> **PROBLEM DETAILS**: Word for word, set down every line of the entries below from the line with "return decoded" to the line with "isobaricInhPa, in hPa", including both, and no other line.

> **EXTRACTED INFORMATION**:
------------------------------
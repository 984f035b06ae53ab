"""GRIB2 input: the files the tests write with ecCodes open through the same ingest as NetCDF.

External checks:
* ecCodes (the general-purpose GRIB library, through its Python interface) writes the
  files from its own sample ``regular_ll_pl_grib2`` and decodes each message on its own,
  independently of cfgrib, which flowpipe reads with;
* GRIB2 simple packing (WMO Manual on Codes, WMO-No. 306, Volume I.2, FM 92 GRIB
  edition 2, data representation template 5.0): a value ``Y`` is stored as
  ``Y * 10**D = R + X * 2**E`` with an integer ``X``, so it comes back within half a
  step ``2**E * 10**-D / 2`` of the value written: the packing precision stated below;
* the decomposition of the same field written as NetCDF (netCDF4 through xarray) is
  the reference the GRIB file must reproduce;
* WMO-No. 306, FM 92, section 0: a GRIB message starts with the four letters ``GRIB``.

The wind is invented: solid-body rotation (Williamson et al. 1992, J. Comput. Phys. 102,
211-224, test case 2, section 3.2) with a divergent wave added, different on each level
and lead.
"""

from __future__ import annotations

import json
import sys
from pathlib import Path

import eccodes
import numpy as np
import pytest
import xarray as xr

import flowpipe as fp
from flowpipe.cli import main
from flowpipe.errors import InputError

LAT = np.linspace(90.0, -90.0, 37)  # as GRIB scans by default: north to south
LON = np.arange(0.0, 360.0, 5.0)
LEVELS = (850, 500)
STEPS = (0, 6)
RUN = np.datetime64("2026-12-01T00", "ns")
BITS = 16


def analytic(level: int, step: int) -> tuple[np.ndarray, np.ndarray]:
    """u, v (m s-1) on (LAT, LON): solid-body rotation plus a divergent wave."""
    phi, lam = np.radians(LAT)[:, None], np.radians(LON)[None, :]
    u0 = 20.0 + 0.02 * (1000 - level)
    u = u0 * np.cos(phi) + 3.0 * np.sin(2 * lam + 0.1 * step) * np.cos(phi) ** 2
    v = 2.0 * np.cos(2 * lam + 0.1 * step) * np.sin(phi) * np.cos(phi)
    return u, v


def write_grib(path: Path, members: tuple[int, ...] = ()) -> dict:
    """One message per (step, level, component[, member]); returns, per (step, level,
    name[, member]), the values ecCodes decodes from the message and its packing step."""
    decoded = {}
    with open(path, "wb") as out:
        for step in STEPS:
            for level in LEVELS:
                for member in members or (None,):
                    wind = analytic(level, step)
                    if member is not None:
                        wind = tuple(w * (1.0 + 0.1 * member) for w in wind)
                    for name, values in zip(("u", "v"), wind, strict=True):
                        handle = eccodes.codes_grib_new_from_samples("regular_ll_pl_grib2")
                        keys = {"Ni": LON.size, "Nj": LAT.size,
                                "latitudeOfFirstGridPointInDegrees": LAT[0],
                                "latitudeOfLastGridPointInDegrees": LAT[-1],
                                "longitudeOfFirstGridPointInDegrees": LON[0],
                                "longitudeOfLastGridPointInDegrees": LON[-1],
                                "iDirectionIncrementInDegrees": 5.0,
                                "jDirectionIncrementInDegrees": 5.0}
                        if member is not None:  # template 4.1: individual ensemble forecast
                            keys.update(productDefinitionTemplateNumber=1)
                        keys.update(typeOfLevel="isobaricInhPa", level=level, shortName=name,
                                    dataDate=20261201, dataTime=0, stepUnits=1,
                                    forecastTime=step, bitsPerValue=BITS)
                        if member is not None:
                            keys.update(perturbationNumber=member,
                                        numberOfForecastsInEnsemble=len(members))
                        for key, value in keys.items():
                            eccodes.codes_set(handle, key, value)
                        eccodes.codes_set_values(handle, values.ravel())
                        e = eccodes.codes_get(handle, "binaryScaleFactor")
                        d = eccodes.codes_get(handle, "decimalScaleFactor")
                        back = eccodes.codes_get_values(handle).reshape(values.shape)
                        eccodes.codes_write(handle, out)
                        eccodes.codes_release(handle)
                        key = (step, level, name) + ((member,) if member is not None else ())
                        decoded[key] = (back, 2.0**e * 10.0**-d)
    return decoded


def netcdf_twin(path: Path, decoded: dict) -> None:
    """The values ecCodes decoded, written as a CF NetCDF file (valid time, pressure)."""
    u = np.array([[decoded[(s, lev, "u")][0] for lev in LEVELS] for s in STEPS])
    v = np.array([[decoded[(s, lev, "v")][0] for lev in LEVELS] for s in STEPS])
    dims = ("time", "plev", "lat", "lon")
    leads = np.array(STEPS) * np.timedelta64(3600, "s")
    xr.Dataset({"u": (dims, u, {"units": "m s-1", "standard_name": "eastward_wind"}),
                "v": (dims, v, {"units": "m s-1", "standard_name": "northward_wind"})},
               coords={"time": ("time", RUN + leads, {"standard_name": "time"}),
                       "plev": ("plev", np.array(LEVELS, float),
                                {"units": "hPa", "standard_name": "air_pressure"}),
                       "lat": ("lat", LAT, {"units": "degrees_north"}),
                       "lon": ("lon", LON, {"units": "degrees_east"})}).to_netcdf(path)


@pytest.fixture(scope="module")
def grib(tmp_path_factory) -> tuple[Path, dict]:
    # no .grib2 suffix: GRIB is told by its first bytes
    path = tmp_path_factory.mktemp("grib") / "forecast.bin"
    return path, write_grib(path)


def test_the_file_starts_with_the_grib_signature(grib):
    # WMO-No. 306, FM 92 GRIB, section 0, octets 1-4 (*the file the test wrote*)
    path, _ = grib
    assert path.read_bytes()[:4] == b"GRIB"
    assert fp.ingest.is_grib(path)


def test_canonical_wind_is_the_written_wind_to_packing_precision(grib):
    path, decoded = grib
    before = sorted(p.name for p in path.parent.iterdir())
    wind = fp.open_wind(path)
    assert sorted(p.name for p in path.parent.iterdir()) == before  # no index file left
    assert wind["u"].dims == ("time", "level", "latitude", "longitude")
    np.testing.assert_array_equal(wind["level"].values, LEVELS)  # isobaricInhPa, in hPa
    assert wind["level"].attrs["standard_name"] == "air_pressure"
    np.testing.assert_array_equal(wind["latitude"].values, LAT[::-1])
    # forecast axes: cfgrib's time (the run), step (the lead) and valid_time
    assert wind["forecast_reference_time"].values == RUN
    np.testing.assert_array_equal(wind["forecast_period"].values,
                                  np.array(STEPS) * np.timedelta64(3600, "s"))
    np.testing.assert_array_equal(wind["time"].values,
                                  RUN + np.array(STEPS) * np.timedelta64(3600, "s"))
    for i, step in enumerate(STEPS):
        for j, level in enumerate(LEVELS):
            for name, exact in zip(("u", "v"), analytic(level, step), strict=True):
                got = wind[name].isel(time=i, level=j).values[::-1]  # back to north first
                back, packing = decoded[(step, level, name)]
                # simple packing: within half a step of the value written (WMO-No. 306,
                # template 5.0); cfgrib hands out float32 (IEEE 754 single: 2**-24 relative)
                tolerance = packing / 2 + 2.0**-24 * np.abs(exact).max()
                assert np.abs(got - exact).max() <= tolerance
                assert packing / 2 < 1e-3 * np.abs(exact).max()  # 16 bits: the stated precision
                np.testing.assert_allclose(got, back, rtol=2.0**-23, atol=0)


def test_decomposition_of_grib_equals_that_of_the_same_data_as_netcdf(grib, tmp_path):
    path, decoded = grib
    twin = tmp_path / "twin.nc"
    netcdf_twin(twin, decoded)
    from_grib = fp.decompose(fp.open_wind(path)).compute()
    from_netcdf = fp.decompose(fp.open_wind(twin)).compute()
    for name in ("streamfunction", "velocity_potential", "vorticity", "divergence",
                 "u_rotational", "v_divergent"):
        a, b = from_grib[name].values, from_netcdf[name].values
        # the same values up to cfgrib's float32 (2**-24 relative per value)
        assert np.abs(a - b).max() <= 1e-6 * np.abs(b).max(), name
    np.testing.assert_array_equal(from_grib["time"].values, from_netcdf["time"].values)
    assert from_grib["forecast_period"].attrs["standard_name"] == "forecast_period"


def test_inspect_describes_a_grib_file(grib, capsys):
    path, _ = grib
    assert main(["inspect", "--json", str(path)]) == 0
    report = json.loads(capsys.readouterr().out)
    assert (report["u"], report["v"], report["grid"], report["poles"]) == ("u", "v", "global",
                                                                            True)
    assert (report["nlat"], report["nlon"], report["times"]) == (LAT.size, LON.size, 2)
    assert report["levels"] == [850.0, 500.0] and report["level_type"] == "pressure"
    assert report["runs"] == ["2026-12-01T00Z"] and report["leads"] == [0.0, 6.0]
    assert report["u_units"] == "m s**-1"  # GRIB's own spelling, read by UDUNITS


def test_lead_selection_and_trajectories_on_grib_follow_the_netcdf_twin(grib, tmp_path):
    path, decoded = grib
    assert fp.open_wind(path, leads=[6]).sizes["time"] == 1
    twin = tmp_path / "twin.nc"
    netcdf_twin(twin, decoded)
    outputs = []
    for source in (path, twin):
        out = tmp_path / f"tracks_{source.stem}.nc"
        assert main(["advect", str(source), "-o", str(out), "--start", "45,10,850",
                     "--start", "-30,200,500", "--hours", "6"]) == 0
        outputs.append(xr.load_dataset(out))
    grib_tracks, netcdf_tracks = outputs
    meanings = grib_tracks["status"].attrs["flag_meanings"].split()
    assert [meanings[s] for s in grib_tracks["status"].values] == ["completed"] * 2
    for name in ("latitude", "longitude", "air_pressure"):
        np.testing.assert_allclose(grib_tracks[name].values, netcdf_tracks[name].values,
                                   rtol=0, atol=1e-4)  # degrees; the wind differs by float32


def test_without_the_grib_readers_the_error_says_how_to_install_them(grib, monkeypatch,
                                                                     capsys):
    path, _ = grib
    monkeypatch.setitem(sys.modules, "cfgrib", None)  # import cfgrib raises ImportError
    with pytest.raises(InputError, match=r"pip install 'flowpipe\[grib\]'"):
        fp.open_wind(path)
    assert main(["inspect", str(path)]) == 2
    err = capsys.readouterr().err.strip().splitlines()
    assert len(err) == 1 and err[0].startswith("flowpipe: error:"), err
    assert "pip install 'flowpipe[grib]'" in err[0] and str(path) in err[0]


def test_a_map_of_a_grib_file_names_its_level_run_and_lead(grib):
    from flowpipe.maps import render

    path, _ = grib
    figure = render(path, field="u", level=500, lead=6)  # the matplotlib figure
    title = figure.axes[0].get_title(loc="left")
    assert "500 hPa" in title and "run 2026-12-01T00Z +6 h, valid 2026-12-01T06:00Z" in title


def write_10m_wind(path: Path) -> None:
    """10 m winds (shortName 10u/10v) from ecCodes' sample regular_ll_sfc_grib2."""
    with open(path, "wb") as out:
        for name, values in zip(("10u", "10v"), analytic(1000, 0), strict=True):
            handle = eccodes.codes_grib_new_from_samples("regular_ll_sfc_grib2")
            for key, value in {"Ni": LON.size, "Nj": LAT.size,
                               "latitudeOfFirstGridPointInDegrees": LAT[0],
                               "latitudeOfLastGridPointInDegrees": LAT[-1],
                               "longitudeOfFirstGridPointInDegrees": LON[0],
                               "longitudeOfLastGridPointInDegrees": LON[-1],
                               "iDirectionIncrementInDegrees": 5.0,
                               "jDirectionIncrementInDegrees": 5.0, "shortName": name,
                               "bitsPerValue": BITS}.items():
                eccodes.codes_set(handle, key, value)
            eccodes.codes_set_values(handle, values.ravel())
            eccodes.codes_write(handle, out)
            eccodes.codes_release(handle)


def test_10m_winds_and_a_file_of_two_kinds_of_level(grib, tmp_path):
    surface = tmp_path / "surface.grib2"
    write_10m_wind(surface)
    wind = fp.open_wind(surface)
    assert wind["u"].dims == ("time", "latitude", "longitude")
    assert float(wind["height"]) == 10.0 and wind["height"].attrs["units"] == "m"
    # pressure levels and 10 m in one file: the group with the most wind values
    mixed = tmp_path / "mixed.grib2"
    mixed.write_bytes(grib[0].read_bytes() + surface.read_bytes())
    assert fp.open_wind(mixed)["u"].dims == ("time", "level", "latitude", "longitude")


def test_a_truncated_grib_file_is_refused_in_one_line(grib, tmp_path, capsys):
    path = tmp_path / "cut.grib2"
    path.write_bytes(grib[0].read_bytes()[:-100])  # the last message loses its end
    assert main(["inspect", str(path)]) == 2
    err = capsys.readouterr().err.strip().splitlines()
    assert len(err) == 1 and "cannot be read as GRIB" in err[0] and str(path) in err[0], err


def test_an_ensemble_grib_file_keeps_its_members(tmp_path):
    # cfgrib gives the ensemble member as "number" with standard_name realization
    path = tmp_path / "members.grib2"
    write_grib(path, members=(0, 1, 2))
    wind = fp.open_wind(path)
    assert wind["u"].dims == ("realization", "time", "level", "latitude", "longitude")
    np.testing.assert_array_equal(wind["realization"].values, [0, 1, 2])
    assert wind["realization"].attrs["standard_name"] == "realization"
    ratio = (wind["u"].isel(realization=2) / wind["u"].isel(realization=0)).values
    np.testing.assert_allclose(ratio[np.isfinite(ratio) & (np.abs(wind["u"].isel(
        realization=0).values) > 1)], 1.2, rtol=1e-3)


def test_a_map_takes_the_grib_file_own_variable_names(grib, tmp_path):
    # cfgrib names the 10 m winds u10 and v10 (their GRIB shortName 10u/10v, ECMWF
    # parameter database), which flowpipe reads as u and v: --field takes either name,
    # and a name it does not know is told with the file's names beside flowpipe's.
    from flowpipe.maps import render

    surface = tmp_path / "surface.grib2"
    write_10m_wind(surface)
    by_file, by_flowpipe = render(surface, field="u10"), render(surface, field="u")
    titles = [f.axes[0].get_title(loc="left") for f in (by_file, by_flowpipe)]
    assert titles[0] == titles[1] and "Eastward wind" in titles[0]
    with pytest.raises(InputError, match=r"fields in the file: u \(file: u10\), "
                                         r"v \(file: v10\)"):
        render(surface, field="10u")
------------------------------
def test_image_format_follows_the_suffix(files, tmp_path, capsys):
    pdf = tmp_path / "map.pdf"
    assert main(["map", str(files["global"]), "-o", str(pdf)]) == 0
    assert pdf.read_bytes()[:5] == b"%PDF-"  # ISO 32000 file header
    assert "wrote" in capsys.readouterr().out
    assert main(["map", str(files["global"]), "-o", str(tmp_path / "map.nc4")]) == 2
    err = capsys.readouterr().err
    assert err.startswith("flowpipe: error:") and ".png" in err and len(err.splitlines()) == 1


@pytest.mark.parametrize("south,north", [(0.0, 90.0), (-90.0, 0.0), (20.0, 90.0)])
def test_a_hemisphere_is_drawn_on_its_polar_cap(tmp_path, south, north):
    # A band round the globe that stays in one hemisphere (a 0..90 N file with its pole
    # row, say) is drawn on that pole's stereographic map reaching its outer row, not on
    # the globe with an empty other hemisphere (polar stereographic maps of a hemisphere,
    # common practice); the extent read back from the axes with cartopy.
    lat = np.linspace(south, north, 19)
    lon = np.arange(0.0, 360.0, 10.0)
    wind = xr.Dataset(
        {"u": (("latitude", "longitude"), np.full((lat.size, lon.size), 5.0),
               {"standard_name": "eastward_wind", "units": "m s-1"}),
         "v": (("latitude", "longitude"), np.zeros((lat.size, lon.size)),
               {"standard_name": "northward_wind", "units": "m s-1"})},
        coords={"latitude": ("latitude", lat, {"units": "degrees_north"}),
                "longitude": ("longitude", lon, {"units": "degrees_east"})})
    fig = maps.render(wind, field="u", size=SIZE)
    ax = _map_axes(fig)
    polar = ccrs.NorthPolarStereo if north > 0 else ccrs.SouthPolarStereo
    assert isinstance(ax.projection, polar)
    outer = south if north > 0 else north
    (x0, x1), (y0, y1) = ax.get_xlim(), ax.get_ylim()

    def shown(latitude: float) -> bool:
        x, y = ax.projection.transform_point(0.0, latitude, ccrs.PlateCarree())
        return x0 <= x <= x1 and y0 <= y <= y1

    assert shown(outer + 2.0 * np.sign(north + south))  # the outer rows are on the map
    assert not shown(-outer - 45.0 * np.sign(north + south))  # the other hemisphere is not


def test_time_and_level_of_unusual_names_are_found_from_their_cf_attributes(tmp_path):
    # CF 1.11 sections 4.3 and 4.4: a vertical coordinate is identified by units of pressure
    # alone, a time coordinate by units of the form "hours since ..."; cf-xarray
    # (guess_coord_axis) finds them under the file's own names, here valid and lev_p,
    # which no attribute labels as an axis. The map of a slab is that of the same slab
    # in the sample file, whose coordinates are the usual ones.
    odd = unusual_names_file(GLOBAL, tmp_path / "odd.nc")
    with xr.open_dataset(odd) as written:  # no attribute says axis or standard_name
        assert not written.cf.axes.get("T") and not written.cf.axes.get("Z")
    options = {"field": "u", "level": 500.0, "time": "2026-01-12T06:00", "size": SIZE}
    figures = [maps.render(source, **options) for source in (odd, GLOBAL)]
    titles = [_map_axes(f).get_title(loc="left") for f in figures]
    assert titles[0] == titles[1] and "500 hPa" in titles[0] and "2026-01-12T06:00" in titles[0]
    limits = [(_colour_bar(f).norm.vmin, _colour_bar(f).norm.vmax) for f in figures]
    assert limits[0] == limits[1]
------------------------------
> **OUTPUT FOR THIS TASK**:
    return decoded


def netcdf_twin(path: Path, decoded: dict) -> None:
    """The values ecCodes decoded, written as a CF NetCDF file (valid time, pressure)."""
    u = np.array([[decoded[(s, lev, "u")][0] for lev in LEVELS] for s in STEPS])
    v = np.array([[decoded[(s, lev, "v")][0] for lev in LEVELS] for s in STEPS])
    dims = ("time", "plev", "lat", "lon")
    leads = np.array(STEPS) * np.timedelta64(3600, "s")
    xr.Dataset({"u": (dims, u, {"units": "m s-1", "standard_name": "eastward_wind"}),
                "v": (dims, v, {"units": "m s-1", "standard_name": "northward_wind"})},
               coords={"time": ("time", RUN + leads, {"standard_name": "time"}),
                       "plev": ("plev", np.array(LEVELS, float),
                                {"units": "hPa", "standard_name": "air_pressure"}),
                       "lat": ("lat", LAT, {"units": "degrees_north"}),
                       "lon": ("lon", LON, {"units": "degrees_east"})}).to_netcdf(path)


@pytest.fixture(scope="module")
def grib(tmp_path_factory) -> tuple[Path, dict]:
    # no .grib2 suffix: GRIB is told by its first bytes
    path = tmp_path_factory.mktemp("grib") / "forecast.bin"
    return path, write_grib(path)


def test_the_file_starts_with_the_grib_signature(grib):
    # WMO-No. 306, FM 92 GRIB, section 0, octets 1-4 (*the file the test wrote*)
    path, _ = grib
    assert path.read_bytes()[:4] == b"GRIB"
    assert fp.ingest.is_grib(path)


def test_canonical_wind_is_the_written_wind_to_packing_precision(grib):
    path, decoded = grib
    before = sorted(p.name for p in path.parent.iterdir())
    wind = fp.open_wind(path)
    assert sorted(p.name for p in path.parent.iterdir()) == before  # no index file left
    assert wind["u"].dims == ("time", "level", "latitude", "longitude")
    np.testing.assert_array_equal(wind["level"].values, LEVELS)  # isobaricInhPa, in hPa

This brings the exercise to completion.